Mais Ruth tient bon. Car pour elle, cette mission dépasse les difficultés : elle est devenue une vocation, une fierté, un héritage à transmettre.
Le rêve d’une petite fille devenu engagement
« J’ai voulu devenir écogarde pour avoir un vrai travail, pour ma fille. Quand j’étais petite, j’écoutais les anciens raconter des histoires sur l’éléphant. Ils disaient qu’il était gros comme une maison ! J’ai rêvé d’en voir un. Aujourd’hui, je les protège. »
Ruth veille, surveille, collecte les traces, identifie les signes de braconnage. Elle utilise un GPS, géolocalise les observations, envoie ses rapports. Son outil principal : la patience. Et son arme la plus précieuse : le dialogue.

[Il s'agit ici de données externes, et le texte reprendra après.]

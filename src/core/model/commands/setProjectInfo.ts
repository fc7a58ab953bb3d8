import { nameLengthProblem } from '../limits';
import { emptyProjectDoc, type ProjectDoc } from '../projectDoc';

/** The fields the user edits; a field left out keeps its value. */
export interface ProjectInfo { title?: string; author?: string }

function clean(text: string): string {
  // One line of text: line breaks and other control characters become spaces, runs of spaces one.
  // eslint-disable-next-line no-control-regex
  return text.replace(/[\u0000-\u001f\u007f\u2028\u2029]+/g, ' ').replace(/\s+/g, ' ').trim();
}

/** Returns why the title or author cannot be kept (over the one name-length limit of limits.ts, as the dialog says), or null when both fit. */
export function projectInfoProblem(info: ProjectInfo): string | null {
  const title = info.title === undefined ? null : nameLengthProblem(clean(info.title), 'title');
  const author = info.author === undefined ? null : nameLengthProblem(clean(info.author), 'author');
  return title ?? author;
}

/** Returns the document with its title and author set (one line, trimmed; an empty title becomes the default title); unchanged when nothing differs or when projectInfoProblem refuses them (nothing is cut short: the caller says why). */
export function setProjectInfo(doc: ProjectDoc, info: ProjectInfo): ProjectDoc {
  if (projectInfoProblem(info)) return doc;
  const title = info.title === undefined ? doc.title : clean(info.title) || emptyProjectDoc().title;
  const author = info.author === undefined ? doc.author : clean(info.author);
  if (title === doc.title && author === doc.author) return doc;
  return { ...doc, title, author };
}
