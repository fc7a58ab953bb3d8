import type { LengthUnit } from '../section';
import type { ProjectDoc } from '../projectDoc';

/** Returns the document with its length unit (the unit of every known calibration value) set; values are not converted. */
export function setUnits(doc: ProjectDoc, units: LengthUnit): ProjectDoc {
  return doc.units === units ? doc : { ...doc, units };
}
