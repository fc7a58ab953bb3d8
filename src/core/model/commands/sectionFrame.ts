import { fitCalibration, type FittedCalibration } from '../../calibration/fitCalibration';
import type { Calibration, ProjectDoc } from '../projectDoc';

// Before calibration the workspace still needs "section-like" coordinates to draw pins as vertical
// lines, fill excess areas and move regionals up and down. The pixel frame x = u, z = −v stands in.

/** The pixel frame: x = u, z = −v (image pixels, elevation up). */
export const PIXEL_FRAME: FittedCalibration = {
  kind: 'axes', a: [0, 1, 0], b: [0, 0, -1], unitsPerPxX: 1, unitsPerPxZ: 1, verticalExaggeration: 1, residuals: [], worstRelativeResidual: 0,
};

const cache = new WeakMap<Calibration, FittedCalibration | null>();

/** Returns the fitted calibration of the document, or null when it is missing or does not fit (memoised per calibration object). */
export function documentFit(doc: ProjectDoc): FittedCalibration | null {
  const cal = doc.calibration;
  if (!cal) return null;
  if (!cache.has(cal)) {
    const r = fitCalibration(cal);
    cache.set(cal, r.ok ? r.fit : null);
  }
  return cache.get(cal) ?? null;
}

/** Returns the document's fitted calibration, or the pixel frame when it is not calibrated yet. */
export function sectionFrame(doc: ProjectDoc): FittedCalibration {
  return documentFit(doc) ?? PIXEL_FRAME;
}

Dialoguer plutôt que combattre
Face aux pêcheurs ou chasseurs illégaux, Ruth privilégie l’échange. Elle questionne, explique, désamorce. Car bien souvent, les infractions sont liées à la pauvreté, à l’ignorance des règles ou au désespoir.
« Quand on tombe sur un campement illégal, ça se passe généralement bien. Mais il y a aussi des gens violents. Il faut gérer au cas par cas. »
Sa formation ne se limite pas à l’embuscade ou au camouflage. Elle a aussi appris à faire preuve d’écoute, de diplomatie, d’empathie.
Les écogardes, piliers silencieux de la biodiversité
Les écogardes assurent la surveillance d’environ 15 % des terres émergées de la planète et de 7 % des océans. Ils sont les sentinelles invisibles de la nature. Mais ils ne sont pas que des protecteurs d’animaux. Ce sont aussi des agents de changement social.
En percevant un revenu stable, Ruth sort sa famille de la précarité. En incarnant ce rôle avec détermination, elle devient un modèle pour les jeunes filles de son village. Et en s’épanouissant dans cette fonction, elle démontre que les femmes ont toute leur place dans la conservation.
Vers un avenir plus équitable pour la planète et les femmes
Aujourd’hui, seules 11 % des écogardes à travers le monde sont des femmes. C’est peu. Trop peu. Pourtant, leur rôle est crucial. Elles créent des ponts entre la nature et les populations. Elles bâtissent la paix, là où règnent parfois les conflits.
En soutenant des femmes comme Ruth, c’est toute une vision du monde que l’on fait grandir : un monde plus juste, plus respectueux, plus solidaire – où humains et nature peuvent enfin vivre en harmonie.